# Help, there's a stickleback in my pond!



## Lulu's owner

I don't think I've ever posted in the fish keeping section before, being a cat and dog person, but a stickleback has appeared from nowhere in my little pond. The pond is not much bigger than a child's plastic pool, it's circular, less than 5 ft across and about ten inches deep. It has various plants in it and a couple of frogs.

I don't know what to do about this fish. I'm worried it might upset the frogs, and I wonder what it's getting to eat. Should I just ignore it or do I need to do anything? All advice gratefully received.


----------



## Fishyfins

hmmmmm this is a tough on XD

if the pond is fairy mature, and has a good lot of plant cover/muck on the bottom, then it will be living on the little invertabrates living in the roots and silt most likely. i highly doubt he will upset the frogs or any other life in there thats bigger than its mouth, so id just let him do his own thing.

as for how it got there, its likely that it was caught by a bird in its native water, then dropped by the bird into your pond. its the only explaination i can think of beyond a human putting it there on purpose. a similar thing happened here in Hull last year, when a group of local school children came outside for lunch, and found a live crab from the seaside scuttling around the playground, 5 miles or so from the nearest salt water!


----------



## Lulu's owner

Fishyfins said:


> hmmmmm this is a tough on XD
> 
> if the pond is fairy mature, and has a good lot of plant cover/muck on the bottom, then it will be living on the little invertabrates living in the roots and silt most likely. i highly doubt he will upset the frogs or any other life in there thats bigger than its mouth, so id just let him do his own thing.
> 
> as for how it got there, its likely that it was caught by a bird in its native water, then dropped by the bird into your pond. its the only explaination i can think of beyond a human putting it there on purpose. a similar thing happened here in Hull last year, when a group of local school children came outside for lunch, and found a live crab from the seaside scuttling around the playground, 5 miles or so from the nearest salt water!
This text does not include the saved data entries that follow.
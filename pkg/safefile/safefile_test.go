package safefile

import (
	"errors"
	"io"
	"io/fs"
	"os"
	"path/filepath"
	"runtime"
	"strings"
	"testing"
)

var errBroken = errors.New("the source broke off")

// folder returns an empty folder and a check that it holds just the names.
func folder(t *testing.T) (string, func(names ...string)) {
	dir := t.TempDir()
	return dir, func(names ...string) {
		t.Helper()
		entries, err := os.ReadDir(dir)
		if err != nil {
			t.Fatal(err)
		}
		var have []string
		for _, e := range entries {
			have = append(have, e.Name())
		}
		if strings.Join(have, " ") != strings.Join(names, " ") {
			t.Errorf("the folder holds %q, want %q", have, names)
		}
	}
}

func content(t *testing.T, path string) string {
	t.Helper()
	b, err := os.ReadFile(path)
	if err != nil {
		t.Fatal(err)
	}
	return string(b)
}

func TestReplace(t *testing.T) {
	dir, holds := folder(t)
	path := filepath.Join(dir, "result.json")
	for _, text := range []string{"first", "a longer second", "", "third"} {
		if err := WriteBytes(path, []byte(text)); err != nil {
			t.Fatal(err)
		}
		if got := content(t, path); got != text {
			t.Errorf("the file holds %q, want %q", got, text)
		}
		holds("result.json")
	}
	if runtime.GOOS != "windows" {
		info, err := os.Stat(path)
		if err != nil {
			t.Fatal(err)
		}
		if info.Mode().Perm() != mode {
			t.Errorf("mode %v, want %v", info.Mode().Perm(), mode)
		}
	}
}

// TestFailingWriter: the old file stays, no temporary file does, at every size
// of what was written before the failure.
func TestFailingWriter(t *testing.T) {
	dir, holds := folder(t)
	path := filepath.Join(dir, "result.json")
	if err := WriteBytes(path, []byte("old")); err != nil {
		t.Fatal(err)
	}
	for _, n := range []int{0, 1, bufferSize, 3*bufferSize + 7} {
		err := Write(path, func(w io.Writer) error {
			if _, err := w.Write(make([]byte, n)); err != nil {
				return err
			}
			return errBroken
		})
		if !errors.Is(err, errBroken) || !strings.Contains(err.Error(), path) {
			t.Errorf("after %d bytes: %v", n, err)
		}
		if got := content(t, path); got != "old" {
			t.Errorf("after %d bytes the file holds %q", n, got)
		}
		holds("result.json")
	}
	// The same without an old file: none appears.
	if err := Write(filepath.Join(dir, "new"), func(io.Writer) error { return errBroken }); !errors.Is(err, errBroken) {
		t.Error(err)
	}
	holds("result.json")
}

func TestPanickingWriter(t *testing.T) {
	dir, holds := folder(t)
	path := filepath.Join(dir, "result.json")
	if err := WriteBytes(path, []byte("old")); err != nil {
		t.Fatal(err)
	}
	func() {
		defer func() {
			if recover() == nil {
				t.Error("the panic is swallowed")
			}
		}()
		err := Write(path, func(io.Writer) error { panic("broken") })
		t.Errorf("Write returned %v", err)
	}()
	if got := content(t, path); got != "old" {
		t.Errorf("the file holds %q", got)
	}
	holds("result.json")
}

func TestRefused(t *testing.T) {
	dir, holds := folder(t)
	file := filepath.Join(dir, "file")
	if err := WriteBytes(file, []byte("x")); err != nil {
		t.Fatal(err)
	}
	if err := os.Mkdir(filepath.Join(dir, "sub"), 0o755); err != nil {
		t.Fatal(err)
	}
	for path, want := range map[string]string{
		filepath.Join(dir, "sub"):              "is a folder",
		filepath.Join(file, "below"):           "",
		filepath.Join(dir, "missing", "below"): "no such file",
		"":                                     "no file name",
	} {
		called := false
		err := Write(path, func(io.Writer) error { called = true; return nil })
		if err == nil || called || !strings.Contains(err.Error(), path) {
			t.Errorf("%q: %v, content asked for: %v", path, err, called)
		} else if runtime.GOOS != "windows" && !strings.Contains(err.Error(), want) {
			t.Errorf("%q: %v; want %q in it", path, err, want)
		}
	}
	if err := Write(file, nil); err == nil {
		t.Error("a file is written without content")
	}
	if got := content(t, file); got != "x" {
		t.Errorf("the file holds %q", got)
	}
	holds("file", "sub")
}

func TestLinks(t *testing.T) {
	dir, _ := folder(t)
	target, link := filepath.Join(dir, "target"), filepath.Join(dir, "link")
	if err := WriteBytes(target, []byte("old")); err != nil {
		t.Fatal(err)
	}
	if err := os.Symlink(target, link); err != nil {
		t.Skip("links can't be made here: ", err)
	}
	if err := WriteBytes(link, []byte("new")); err != nil {
		t.Fatal(err)
	}
	info, err := os.Lstat(link)
	if err != nil || info.Mode()&fs.ModeSymlink == 0 || content(t, target) != "new" {
		t.Errorf("the link is %v (%v), its target holds %q", info.Mode(), err, content(t, target))
	}
	for name, to := range map[string]string{"dangling": filepath.Join(dir, "nothing"), "device": os.DevNull, "folder": dir} {
		path := filepath.Join(dir, name)
		if err := os.Symlink(to, path); err != nil {
			t.Fatal(err)
		}
		if err := WriteBytes(path, []byte("x")); err == nil {
			t.Errorf("a %s link is written through", name)
		}
		if _, err := os.Lstat(path); err != nil {
			t.Errorf("the %s link is gone: %v", name, err)
		}
	}
}

func TestDevice(t *testing.T) {
	if runtime.GOOS == "windows" {
		t.Skip("devices are no files here")
	}
	err := WriteBytes(os.DevNull, []byte("x"))
	if err == nil || !strings.Contains(err.Error(), "a device") {
		t.Errorf("writing to %s: %v", os.DevNull, err)
	}
}

// TestReadOnlyFolder needs a user whom modes bind.
func TestReadOnlyFolder(t *testing.T) {
	if os.Geteuid() <= 0 {
		t.Skip("modes don't bind root, nor folders on Windows; TestRefused covers a folder that can't be written to by a path below a file")
	}
	dir, holds := folder(t)
	path := filepath.Join(dir, "result.json")
	if err := WriteBytes(path, []byte("old")); err != nil {
		t.Fatal(err)
	}
	if err := os.Chmod(dir, 0o555); err != nil {
		t.Fatal(err)
	}
	t.Cleanup(func() {
		if err := os.Chmod(dir, 0o755); err != nil {
			t.Error(err)
		}
	})
	if err := WriteBytes(path, []byte("new")); !errors.Is(err, fs.ErrPermission) {
		t.Errorf("writing into a read-only folder: %v", err)
	}
	if got := content(t, path); got != "old" {
		t.Errorf("the file holds %q", got)
	}
	holds("result.json")
}

// TestTogether: many writers of one file leave one of their texts, whole.
func TestTogether(t *testing.T) {
	dir, holds := folder(t)
	path := filepath.Join(dir, "result.json")
	const writers = 8
	done := make(chan error, writers)
	for i := range writers {
		text := strings.Repeat(string(rune('a'+i)), 2*bufferSize)
		go func() { done <- WriteBytes(path, []byte(text)) }()
	}
	for range writers {
		if err := <-done; err != nil {
			t.Error(err)
		}
	}
	got := content(t, path)
	if len(got) != 2*bufferSize || strings.Trim(got, got[:1]) != "" {
		t.Errorf("%d bytes of several writers", len(got))
	}
	holds("result.json")
}
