//go:build !unix

package safefile

import "errors"

// syncFolder does nothing where folders can't be flushed: on Windows the
// rename is journalled by the file system.
func syncFolder(string) error { return nil }

// lockFolder does nothing where folders can't be locked.
func lockFolder(string) (unlock func(), err error) { return func() {}, nil }

// chmodUnsupported reports whether the system keeps no such permissions:
// Windows has none for an open file.
func chmodUnsupported(err error) bool {
	return errors.Is(err, errors.ErrUnsupported)
}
Thanks for reply. There are quite a few plants in my little pond so that explains how the stickleback is eating. It could have been brought by a bird but I'm in the inner city and we mostly only get wood pigeons drinking in it. I did buy quite a few plants in the summer that were intended for a decorative barrel and I wonder if the fish could have come as an egg in the plants by any chance? It's about two or three inches long so I don't know how old it is, it looks adult (not that I've seen one before!), which might rule out my theory?.


----------



## Guest

Stickleback eggs are adhesive, so they can quite easily stick to the feathers or legs of water-going birds such as coots or herons. Perch (_Perca flavescens_) also use a similar method of dispersing their young, as their eggs also posess these adhesive properties. This way, birds can carry the eggs from one body of water to another.


----------



## Lulu's owner

Chillinator said:


> Stickleback eggs are adhesive, so they can quite easily stick to the feathers or legs of water-going birds such as coots or herons. Perch (_Perca flavescens_) also use a similar method of dispersing their young, as their eggs also posess these adhesive properties. This way, birds can carry the eggs from one body of water to another.
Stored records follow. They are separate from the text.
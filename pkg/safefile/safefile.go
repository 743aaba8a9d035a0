package safefile

import (
	"bufio"
	"errors"
	"fmt"
	"io"
	"io/fs"
	"os"
	"path/filepath"
)

// mode is the permission of files written here: readable by all, as results
// and certificates are meant to be read, writable by their owner.
const mode fs.FileMode = 0o644

// bufferSize keeps small writes of callers from becoming system calls.
const bufferSize = 64 << 10

// Write replaces the file at path by what write puts into its writer, or makes
// it when there is none. The folder must exist.
//
// On success the new content is on the disk under its name. On any error, that
// of write included, the temporary file is removed, an old file at path is
// untouched, and the error names path and wraps its cause. The writer is
// buffered and is valid only until write returns. The one exception is a folder
// that can't be flushed after the rename: the new file then stands, whole, and
// the error says that a loss of power might still bring the old one back.
//
// A symbolic link at path is followed, so that the link stays and the file it
// names is replaced. A target that is a folder, a device, a pipe or a socket
// is refused. A panic in write also removes the temporary file.
func Write(path string, write func(io.Writer) error) (err error) {
	if path == "" {
		return errors.New("safefile: no file name given")
	}
	if write == nil {
		return fmt.Errorf("write %s: no content given", path)
	}
	defer func() {
		if err != nil {
			err = fmt.Errorf("write %s: %w", path, err)
		}
	}()
	target, err := resolve(path)
	if err != nil {
		return err
	}
	folder := filepath.Dir(target)
	temp, err := os.CreateTemp(folder, ".guardring-*.tmp")
	if err != nil {
		return err
	}
	name := temp.Name()
	done := false
	defer func() {
		if done {
			return
		}
		// The first error is what the caller must see; a temporary file that
		// can't be removed is told beside it.
		temp.Close() // closing twice is harmless: the file is given up
		if e := os.Remove(name); e != nil && !errors.Is(e, fs.ErrNotExist) {
			err = errors.Join(err, fmt.Errorf("remove the temporary file: %w", e))
		}
	}()
	w := bufio.NewWriterSize(temp, bufferSize)
	if err := write(w); err != nil {
		return err
	}
	if err := w.Flush(); err != nil {
		return err
	}
	if err := temp.Chmod(mode); err != nil && !chmodUnsupported(err) {
		return err
	}
	if err := temp.Sync(); err != nil {
		return err
	}
	if err := temp.Close(); err != nil {
		return err
	}
	if err := os.Rename(name, target); err != nil {
		return err
	}
	done = true
	if err := syncFolder(folder); err != nil {
		return fmt.Errorf("the new file stands, but its folder could not be flushed to the disk: %w", err)
	}
	return nil
}

// WriteBytes replaces the file at path by data, as Write does.
func WriteBytes(path string, data []byte) error {
	return Write(path, func(w io.Writer) error {
		_, err := w.Write(data)
		return err
	})
}

// resolve follows symbolic links at path and refuses what can't be replaced by
// an ordinary file.
func resolve(path string) (string, error) {
	info, err := os.Lstat(path)
	switch {
	case errors.Is(err, fs.ErrNotExist):
		return path, nil
	case err != nil:
		return "", err
	}
	if info.Mode()&fs.ModeSymlink != 0 {
		target, err := filepath.EvalSymlinks(path)
		if err != nil {
			return "", fmt.Errorf("it is a link that leads nowhere; remove it or mend it: %w", err)
		}
		if info, err = os.Stat(target); err != nil {
			return "", err
		}
		path = target
	}
	switch {
	case info.IsDir():
		return "", errors.New("it is a folder; give the name of a file")
	case !info.Mode().IsRegular():
		return "", fmt.Errorf("it is not an ordinary file (%s); only ordinary files are replaced", kind(info.Mode()))
	}
	return path, nil
}

// kind names what stands at a path that is neither a file nor a folder.
func kind(m fs.FileMode) string {
	switch {
	case m&fs.ModeDevice != 0:
		return "a device"
	case m&fs.ModeNamedPipe != 0:
		return "a pipe"
	case m&fs.ModeSocket != 0:
		return "a socket"
	}
	return m.Type().String()
}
That's interesting. Do you know how long it takes for the egg to turn into a full grown stickleback fish? I still wonder if it's more likely the egg was attached to one of the plants I bought, as I live in a really built-up inner city area and we just don't get any water birds, only wrens, sparrows, bluetits and wood pigeons. Maybe a water bird dropped the egg onto the plants before they reached me? I've not seen the stickleback lately, but I assume it is still there because it probably doesn't have any predators in my little garden.


----------



## Guest

Lulu's owner said:


> That's interesting. Do you know how long it takes for the egg to turn into a full grown stickleback fish? I still wonder if it's more likely the egg was attached to one of the plants I bought, as I live in a really built-up inner city area and we just don't get any water birds, only wrens, sparrows, bluetits and wood pigeons. Maybe a water bird dropped the egg onto the plants before they reached me? I've not seen the stickleback lately, but I assume it is still there because it probably doesn't have any predators in my little garden.


Were the plants kept outdoors before you purchased them? The stickleback could have come in on the plants.

Stickleback eggs can take upto a month to hatch, during which time the male will defend the next aggressively from predators.

Fortunately, Sticklebacks are a native UK species and they shouldn't be of any concern to the frogs. Normally, most frogs and toads should be quite capable of consuming newly-hatched Sticklebacks, given their diminuitive size.


----------



## Guest

Chillinator said:


> Stickleback eggs are adhesive, so they can quite easily stick to the feathers or legs of water-going birds such as coots or herons. Perch (_Perca flavescens_) also use a similar method of dispersing their young, as their eggs also posess these adhesive properties. This way, birds can carry the eggs from one body of water to another.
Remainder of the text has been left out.